**Exercise material:**
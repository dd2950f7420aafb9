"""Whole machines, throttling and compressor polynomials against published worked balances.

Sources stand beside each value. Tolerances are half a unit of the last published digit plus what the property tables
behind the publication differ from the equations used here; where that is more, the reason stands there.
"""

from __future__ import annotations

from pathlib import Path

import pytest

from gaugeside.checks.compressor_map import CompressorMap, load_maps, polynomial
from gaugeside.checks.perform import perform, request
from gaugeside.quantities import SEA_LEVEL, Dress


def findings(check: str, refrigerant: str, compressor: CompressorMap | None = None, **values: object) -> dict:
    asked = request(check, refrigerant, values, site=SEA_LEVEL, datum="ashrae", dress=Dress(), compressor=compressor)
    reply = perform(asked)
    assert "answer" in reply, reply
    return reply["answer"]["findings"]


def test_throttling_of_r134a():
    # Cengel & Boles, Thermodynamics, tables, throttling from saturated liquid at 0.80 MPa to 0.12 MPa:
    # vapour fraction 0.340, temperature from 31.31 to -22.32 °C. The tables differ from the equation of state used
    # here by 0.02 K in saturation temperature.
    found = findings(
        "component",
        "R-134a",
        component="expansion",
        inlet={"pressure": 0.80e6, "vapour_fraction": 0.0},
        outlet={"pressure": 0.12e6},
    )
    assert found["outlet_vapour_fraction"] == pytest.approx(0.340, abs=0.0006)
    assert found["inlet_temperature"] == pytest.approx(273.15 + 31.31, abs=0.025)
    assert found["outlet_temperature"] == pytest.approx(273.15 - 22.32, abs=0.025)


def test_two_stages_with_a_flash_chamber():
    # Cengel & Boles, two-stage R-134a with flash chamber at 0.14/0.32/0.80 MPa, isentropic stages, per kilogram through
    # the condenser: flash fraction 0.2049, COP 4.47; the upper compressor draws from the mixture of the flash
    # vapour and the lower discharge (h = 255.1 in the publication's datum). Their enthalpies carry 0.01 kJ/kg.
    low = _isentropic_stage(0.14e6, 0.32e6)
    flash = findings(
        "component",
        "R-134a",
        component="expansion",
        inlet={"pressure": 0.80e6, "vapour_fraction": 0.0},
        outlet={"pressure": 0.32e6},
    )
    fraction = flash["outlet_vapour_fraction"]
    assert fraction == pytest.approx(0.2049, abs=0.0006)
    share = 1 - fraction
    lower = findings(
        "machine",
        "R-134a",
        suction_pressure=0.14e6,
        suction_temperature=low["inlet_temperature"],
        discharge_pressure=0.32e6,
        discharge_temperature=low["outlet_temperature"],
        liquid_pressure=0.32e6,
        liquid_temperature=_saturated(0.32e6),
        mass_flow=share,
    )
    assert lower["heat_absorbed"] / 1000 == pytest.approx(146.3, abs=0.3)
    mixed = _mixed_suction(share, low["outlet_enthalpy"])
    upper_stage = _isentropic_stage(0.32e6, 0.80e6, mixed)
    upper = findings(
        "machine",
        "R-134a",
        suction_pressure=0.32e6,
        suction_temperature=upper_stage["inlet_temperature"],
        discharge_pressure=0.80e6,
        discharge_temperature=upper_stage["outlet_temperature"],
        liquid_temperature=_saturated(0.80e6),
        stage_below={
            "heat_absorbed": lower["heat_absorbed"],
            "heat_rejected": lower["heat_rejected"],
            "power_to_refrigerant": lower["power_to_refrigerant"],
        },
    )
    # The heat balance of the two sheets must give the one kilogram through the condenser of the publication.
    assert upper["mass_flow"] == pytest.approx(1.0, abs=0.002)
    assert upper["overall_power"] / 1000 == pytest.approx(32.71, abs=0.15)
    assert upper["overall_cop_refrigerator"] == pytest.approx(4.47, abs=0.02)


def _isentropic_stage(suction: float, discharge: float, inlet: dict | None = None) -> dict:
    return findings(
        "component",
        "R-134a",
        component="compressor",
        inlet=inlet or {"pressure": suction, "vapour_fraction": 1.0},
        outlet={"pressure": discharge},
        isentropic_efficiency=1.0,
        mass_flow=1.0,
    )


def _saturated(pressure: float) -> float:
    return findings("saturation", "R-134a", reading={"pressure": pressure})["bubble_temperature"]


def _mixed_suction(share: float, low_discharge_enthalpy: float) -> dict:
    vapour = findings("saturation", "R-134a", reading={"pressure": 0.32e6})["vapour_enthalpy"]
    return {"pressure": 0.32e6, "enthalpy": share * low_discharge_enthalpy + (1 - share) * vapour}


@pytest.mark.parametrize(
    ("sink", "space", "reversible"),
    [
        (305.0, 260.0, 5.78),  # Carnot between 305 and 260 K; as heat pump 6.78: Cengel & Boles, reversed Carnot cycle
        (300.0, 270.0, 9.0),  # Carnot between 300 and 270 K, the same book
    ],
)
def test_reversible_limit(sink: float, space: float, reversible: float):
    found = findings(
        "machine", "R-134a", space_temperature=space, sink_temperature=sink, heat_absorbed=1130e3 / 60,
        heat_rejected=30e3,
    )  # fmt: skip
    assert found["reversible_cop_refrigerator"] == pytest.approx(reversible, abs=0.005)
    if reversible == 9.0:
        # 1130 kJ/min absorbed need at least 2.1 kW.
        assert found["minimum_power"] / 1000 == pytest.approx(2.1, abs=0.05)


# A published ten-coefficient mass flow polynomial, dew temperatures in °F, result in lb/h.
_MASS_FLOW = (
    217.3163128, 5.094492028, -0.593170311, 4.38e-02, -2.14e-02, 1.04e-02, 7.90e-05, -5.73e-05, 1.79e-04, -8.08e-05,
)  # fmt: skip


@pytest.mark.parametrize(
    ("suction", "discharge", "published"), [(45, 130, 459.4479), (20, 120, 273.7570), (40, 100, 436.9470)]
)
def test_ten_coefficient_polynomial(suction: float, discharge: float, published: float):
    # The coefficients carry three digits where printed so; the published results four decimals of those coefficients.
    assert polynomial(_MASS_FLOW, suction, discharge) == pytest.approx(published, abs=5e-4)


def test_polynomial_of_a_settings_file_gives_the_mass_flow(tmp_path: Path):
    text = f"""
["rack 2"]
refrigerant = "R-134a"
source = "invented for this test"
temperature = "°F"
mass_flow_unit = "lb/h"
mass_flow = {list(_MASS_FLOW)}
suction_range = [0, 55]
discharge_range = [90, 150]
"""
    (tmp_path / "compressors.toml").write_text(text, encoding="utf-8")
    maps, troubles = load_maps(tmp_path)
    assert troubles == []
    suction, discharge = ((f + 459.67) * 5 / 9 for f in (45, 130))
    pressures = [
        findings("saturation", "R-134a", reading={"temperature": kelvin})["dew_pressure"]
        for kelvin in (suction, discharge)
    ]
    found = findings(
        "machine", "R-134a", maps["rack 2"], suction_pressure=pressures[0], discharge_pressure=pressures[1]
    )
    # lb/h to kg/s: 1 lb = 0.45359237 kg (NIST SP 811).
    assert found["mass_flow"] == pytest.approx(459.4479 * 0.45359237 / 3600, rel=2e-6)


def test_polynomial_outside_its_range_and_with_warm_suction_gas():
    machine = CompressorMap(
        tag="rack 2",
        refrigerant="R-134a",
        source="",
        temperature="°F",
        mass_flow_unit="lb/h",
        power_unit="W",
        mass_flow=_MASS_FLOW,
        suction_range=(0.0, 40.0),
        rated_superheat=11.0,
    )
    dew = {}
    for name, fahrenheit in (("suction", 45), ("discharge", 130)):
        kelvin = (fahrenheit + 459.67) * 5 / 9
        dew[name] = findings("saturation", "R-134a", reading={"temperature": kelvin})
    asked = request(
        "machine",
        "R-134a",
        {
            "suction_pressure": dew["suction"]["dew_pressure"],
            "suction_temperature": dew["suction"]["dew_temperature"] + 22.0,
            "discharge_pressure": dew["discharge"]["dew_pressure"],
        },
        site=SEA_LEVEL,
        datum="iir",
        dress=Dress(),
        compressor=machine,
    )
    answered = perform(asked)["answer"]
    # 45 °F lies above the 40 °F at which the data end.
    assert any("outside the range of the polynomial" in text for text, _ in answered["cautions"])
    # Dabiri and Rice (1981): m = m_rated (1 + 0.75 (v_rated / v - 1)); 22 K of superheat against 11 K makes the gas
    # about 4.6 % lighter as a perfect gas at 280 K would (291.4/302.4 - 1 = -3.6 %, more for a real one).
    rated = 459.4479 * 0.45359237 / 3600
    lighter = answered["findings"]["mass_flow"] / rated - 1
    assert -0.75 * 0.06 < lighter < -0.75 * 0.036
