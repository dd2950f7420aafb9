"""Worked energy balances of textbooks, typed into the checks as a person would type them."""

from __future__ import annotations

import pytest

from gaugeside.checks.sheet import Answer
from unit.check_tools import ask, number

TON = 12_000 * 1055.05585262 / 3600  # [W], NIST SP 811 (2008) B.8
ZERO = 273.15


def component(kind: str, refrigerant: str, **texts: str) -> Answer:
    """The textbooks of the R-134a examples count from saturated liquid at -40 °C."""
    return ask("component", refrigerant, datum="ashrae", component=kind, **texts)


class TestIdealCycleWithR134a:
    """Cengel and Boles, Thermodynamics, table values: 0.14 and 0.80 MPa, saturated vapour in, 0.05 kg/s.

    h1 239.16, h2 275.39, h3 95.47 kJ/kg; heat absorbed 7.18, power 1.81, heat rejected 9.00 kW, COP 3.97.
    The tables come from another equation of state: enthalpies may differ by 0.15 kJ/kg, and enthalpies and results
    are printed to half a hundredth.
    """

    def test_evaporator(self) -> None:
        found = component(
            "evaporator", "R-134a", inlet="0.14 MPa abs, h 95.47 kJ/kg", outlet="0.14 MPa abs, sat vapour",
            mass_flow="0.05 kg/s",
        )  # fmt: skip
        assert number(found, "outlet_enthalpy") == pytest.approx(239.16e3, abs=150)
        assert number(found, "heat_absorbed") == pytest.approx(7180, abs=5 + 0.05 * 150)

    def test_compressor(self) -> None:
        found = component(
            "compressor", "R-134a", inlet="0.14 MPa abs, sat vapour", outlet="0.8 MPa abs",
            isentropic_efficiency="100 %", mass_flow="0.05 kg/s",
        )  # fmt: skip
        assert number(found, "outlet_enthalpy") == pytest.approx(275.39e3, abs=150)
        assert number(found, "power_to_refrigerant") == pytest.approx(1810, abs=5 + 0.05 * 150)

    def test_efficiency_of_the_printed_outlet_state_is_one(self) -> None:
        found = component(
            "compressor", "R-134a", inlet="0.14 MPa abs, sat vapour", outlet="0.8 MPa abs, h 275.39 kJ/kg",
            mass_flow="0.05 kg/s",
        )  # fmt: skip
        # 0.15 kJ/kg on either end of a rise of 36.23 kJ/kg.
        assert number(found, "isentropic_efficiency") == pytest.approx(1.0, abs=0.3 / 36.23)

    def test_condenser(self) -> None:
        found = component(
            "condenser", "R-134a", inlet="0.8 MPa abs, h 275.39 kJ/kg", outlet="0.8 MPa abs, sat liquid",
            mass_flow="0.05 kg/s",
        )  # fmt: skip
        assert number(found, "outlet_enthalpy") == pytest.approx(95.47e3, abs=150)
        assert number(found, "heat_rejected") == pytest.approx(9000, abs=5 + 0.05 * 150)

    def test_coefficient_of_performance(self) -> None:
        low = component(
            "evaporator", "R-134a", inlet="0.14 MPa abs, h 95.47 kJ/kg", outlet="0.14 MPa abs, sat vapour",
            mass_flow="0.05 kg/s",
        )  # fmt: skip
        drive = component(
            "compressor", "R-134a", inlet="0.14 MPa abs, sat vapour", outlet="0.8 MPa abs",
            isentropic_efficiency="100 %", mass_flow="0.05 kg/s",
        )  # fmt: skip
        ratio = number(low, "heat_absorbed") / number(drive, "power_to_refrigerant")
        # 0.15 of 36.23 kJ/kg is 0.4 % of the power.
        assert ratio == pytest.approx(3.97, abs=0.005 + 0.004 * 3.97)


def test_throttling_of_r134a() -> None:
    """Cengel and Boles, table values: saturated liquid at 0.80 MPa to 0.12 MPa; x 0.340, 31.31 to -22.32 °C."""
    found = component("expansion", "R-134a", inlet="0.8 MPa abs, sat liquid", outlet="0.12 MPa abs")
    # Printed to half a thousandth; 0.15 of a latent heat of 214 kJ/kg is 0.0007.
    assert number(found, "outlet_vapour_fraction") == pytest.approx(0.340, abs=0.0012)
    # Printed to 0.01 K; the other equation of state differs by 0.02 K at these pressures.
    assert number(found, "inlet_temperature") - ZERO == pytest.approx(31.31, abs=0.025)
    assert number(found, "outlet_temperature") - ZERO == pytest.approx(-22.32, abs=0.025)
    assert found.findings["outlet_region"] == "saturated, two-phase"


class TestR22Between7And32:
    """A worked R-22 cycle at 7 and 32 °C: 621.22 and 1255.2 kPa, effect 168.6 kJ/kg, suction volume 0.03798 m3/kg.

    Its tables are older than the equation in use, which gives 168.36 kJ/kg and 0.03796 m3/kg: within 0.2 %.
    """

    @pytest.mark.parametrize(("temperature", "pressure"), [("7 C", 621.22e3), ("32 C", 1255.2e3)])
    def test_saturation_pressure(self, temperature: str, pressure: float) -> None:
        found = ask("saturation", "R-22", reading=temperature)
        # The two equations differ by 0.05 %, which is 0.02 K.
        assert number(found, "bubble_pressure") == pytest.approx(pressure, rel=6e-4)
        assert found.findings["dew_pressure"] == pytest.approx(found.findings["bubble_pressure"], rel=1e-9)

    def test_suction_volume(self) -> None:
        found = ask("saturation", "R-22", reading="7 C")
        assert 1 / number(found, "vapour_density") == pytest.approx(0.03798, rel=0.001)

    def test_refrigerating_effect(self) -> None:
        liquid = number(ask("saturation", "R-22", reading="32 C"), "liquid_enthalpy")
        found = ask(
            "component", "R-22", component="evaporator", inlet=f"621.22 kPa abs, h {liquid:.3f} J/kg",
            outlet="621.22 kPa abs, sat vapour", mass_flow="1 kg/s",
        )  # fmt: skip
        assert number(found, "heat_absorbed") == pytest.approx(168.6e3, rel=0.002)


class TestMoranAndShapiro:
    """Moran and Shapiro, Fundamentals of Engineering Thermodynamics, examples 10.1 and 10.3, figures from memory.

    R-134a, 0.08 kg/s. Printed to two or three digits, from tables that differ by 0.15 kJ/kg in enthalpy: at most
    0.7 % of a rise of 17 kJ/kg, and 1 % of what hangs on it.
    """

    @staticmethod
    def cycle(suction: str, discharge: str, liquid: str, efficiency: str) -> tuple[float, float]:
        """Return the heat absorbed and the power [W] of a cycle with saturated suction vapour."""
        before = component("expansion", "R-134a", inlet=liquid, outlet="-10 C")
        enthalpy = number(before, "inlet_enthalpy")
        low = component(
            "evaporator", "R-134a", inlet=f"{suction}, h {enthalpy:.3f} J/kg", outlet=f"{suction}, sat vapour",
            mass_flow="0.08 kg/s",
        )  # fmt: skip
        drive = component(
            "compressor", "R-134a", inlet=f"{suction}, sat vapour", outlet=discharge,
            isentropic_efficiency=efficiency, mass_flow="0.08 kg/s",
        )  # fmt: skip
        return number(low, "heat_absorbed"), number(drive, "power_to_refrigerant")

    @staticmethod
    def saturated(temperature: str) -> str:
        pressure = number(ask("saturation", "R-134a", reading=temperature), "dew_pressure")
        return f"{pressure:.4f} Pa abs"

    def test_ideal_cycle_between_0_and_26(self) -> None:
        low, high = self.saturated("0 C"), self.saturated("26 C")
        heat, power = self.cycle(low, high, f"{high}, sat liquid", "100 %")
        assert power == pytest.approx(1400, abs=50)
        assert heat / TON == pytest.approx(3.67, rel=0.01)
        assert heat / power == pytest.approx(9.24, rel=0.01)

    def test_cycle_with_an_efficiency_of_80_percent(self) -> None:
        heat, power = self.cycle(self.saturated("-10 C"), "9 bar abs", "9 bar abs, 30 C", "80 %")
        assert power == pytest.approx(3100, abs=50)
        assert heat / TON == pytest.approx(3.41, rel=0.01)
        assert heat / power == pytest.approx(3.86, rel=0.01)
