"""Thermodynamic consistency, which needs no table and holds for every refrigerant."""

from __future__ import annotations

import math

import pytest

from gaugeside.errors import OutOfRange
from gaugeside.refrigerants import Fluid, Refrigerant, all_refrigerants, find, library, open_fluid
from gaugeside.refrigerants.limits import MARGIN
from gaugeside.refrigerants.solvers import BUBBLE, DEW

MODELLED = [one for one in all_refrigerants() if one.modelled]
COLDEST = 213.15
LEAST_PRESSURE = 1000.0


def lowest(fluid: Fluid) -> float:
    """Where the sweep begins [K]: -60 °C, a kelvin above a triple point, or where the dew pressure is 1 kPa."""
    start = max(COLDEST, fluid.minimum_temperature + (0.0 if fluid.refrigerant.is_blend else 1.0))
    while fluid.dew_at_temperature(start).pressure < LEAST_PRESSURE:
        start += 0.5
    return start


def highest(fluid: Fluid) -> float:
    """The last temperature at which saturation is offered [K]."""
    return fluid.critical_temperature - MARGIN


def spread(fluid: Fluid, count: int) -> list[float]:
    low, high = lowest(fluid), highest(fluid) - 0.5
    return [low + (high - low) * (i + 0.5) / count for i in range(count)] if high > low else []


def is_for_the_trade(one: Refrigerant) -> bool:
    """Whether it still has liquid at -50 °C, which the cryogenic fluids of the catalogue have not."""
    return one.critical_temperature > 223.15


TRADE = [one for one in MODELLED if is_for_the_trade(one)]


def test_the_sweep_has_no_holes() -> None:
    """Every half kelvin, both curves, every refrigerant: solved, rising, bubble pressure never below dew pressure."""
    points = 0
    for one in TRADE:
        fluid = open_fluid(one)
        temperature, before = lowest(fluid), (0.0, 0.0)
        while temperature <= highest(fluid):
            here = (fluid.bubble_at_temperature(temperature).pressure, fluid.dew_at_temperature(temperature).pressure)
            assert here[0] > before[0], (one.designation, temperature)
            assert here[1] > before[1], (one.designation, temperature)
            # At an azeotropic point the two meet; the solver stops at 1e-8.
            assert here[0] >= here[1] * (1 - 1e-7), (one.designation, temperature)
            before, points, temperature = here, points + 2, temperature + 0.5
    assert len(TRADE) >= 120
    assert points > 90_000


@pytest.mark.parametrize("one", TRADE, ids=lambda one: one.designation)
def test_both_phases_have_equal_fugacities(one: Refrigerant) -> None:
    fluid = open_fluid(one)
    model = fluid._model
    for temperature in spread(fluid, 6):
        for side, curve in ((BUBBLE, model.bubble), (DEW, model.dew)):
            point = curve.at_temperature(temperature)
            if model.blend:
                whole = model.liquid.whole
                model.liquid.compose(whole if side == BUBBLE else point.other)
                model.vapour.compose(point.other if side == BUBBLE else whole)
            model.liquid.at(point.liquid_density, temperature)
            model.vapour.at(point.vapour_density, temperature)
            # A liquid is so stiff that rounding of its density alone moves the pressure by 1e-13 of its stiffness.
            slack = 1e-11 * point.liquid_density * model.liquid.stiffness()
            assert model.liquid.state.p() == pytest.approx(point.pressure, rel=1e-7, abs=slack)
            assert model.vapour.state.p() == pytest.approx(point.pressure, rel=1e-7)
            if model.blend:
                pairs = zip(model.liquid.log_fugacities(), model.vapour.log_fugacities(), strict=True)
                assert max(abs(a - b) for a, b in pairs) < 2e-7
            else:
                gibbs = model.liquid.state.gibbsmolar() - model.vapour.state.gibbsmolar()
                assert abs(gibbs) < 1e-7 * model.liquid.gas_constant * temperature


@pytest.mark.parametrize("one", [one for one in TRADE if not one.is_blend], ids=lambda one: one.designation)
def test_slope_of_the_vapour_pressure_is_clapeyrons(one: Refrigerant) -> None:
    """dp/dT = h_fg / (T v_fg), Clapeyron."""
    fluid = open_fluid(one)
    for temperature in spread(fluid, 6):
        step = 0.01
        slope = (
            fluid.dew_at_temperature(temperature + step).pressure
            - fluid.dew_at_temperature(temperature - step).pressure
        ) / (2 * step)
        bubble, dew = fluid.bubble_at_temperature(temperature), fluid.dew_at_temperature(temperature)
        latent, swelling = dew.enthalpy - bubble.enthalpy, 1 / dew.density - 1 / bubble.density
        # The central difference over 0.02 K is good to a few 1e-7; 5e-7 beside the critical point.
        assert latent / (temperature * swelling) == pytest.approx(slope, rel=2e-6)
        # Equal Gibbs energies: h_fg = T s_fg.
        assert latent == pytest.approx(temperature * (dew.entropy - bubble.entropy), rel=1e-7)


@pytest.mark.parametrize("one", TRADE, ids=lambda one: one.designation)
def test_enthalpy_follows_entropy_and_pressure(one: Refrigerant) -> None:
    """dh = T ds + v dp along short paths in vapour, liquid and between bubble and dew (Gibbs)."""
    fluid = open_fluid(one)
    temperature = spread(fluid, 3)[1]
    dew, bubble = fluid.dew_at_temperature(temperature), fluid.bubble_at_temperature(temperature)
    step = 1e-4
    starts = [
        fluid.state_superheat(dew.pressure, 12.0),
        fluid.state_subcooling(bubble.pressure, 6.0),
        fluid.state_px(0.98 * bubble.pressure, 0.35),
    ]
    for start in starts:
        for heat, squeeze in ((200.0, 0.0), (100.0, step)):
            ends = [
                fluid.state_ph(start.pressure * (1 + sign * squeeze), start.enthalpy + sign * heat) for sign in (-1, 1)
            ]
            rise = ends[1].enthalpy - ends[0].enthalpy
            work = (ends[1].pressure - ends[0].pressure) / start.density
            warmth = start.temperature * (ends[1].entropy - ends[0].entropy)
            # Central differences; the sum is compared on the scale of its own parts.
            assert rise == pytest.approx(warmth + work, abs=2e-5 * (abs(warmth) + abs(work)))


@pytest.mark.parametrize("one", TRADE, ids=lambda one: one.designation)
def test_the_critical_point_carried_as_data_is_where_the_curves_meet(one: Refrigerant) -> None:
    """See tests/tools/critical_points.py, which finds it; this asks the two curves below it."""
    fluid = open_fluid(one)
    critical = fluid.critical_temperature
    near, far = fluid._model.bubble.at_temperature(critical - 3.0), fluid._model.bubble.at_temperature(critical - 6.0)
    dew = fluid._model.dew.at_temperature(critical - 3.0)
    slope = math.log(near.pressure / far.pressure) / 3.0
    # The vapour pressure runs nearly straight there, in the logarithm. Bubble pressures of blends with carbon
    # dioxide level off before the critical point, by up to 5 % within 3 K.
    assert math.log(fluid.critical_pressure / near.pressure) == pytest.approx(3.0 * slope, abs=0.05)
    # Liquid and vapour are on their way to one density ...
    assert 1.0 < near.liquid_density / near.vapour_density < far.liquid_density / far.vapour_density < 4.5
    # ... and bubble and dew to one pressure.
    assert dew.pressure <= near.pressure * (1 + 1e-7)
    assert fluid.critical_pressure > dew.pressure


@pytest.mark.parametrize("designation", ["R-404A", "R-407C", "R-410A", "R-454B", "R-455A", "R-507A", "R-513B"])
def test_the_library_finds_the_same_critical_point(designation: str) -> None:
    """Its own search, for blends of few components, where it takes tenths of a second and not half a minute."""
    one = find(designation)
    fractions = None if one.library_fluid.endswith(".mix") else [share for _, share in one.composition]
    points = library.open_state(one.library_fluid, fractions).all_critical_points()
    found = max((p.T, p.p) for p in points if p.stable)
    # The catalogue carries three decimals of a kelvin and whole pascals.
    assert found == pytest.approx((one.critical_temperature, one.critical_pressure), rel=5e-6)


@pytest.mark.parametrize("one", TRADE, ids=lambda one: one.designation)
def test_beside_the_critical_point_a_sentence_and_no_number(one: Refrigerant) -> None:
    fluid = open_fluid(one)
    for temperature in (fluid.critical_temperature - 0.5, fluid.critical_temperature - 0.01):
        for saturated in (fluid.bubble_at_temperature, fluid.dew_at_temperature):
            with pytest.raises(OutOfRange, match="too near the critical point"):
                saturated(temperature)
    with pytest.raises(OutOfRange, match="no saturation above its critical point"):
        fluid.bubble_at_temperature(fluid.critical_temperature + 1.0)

**Your assignment:** When a line of the material holds the string "gaugeside", copy that line.

**Expected answer:**
from gaugeside.checks.compressor_map import CompressorMap, load_maps, polynomial
from gaugeside.checks.perform import perform, request
from gaugeside.quantities import SEA_LEVEL, Dress
from gaugeside.checks.sheet import Answer
from gaugeside.errors import OutOfRange
from gaugeside.refrigerants import Fluid, Refrigerant, all_refrigerants, find, library, open_fluid
from gaugeside.refrigerants.limits import MARGIN
from gaugeside.refrigerants.solvers import BUBBLE, DEW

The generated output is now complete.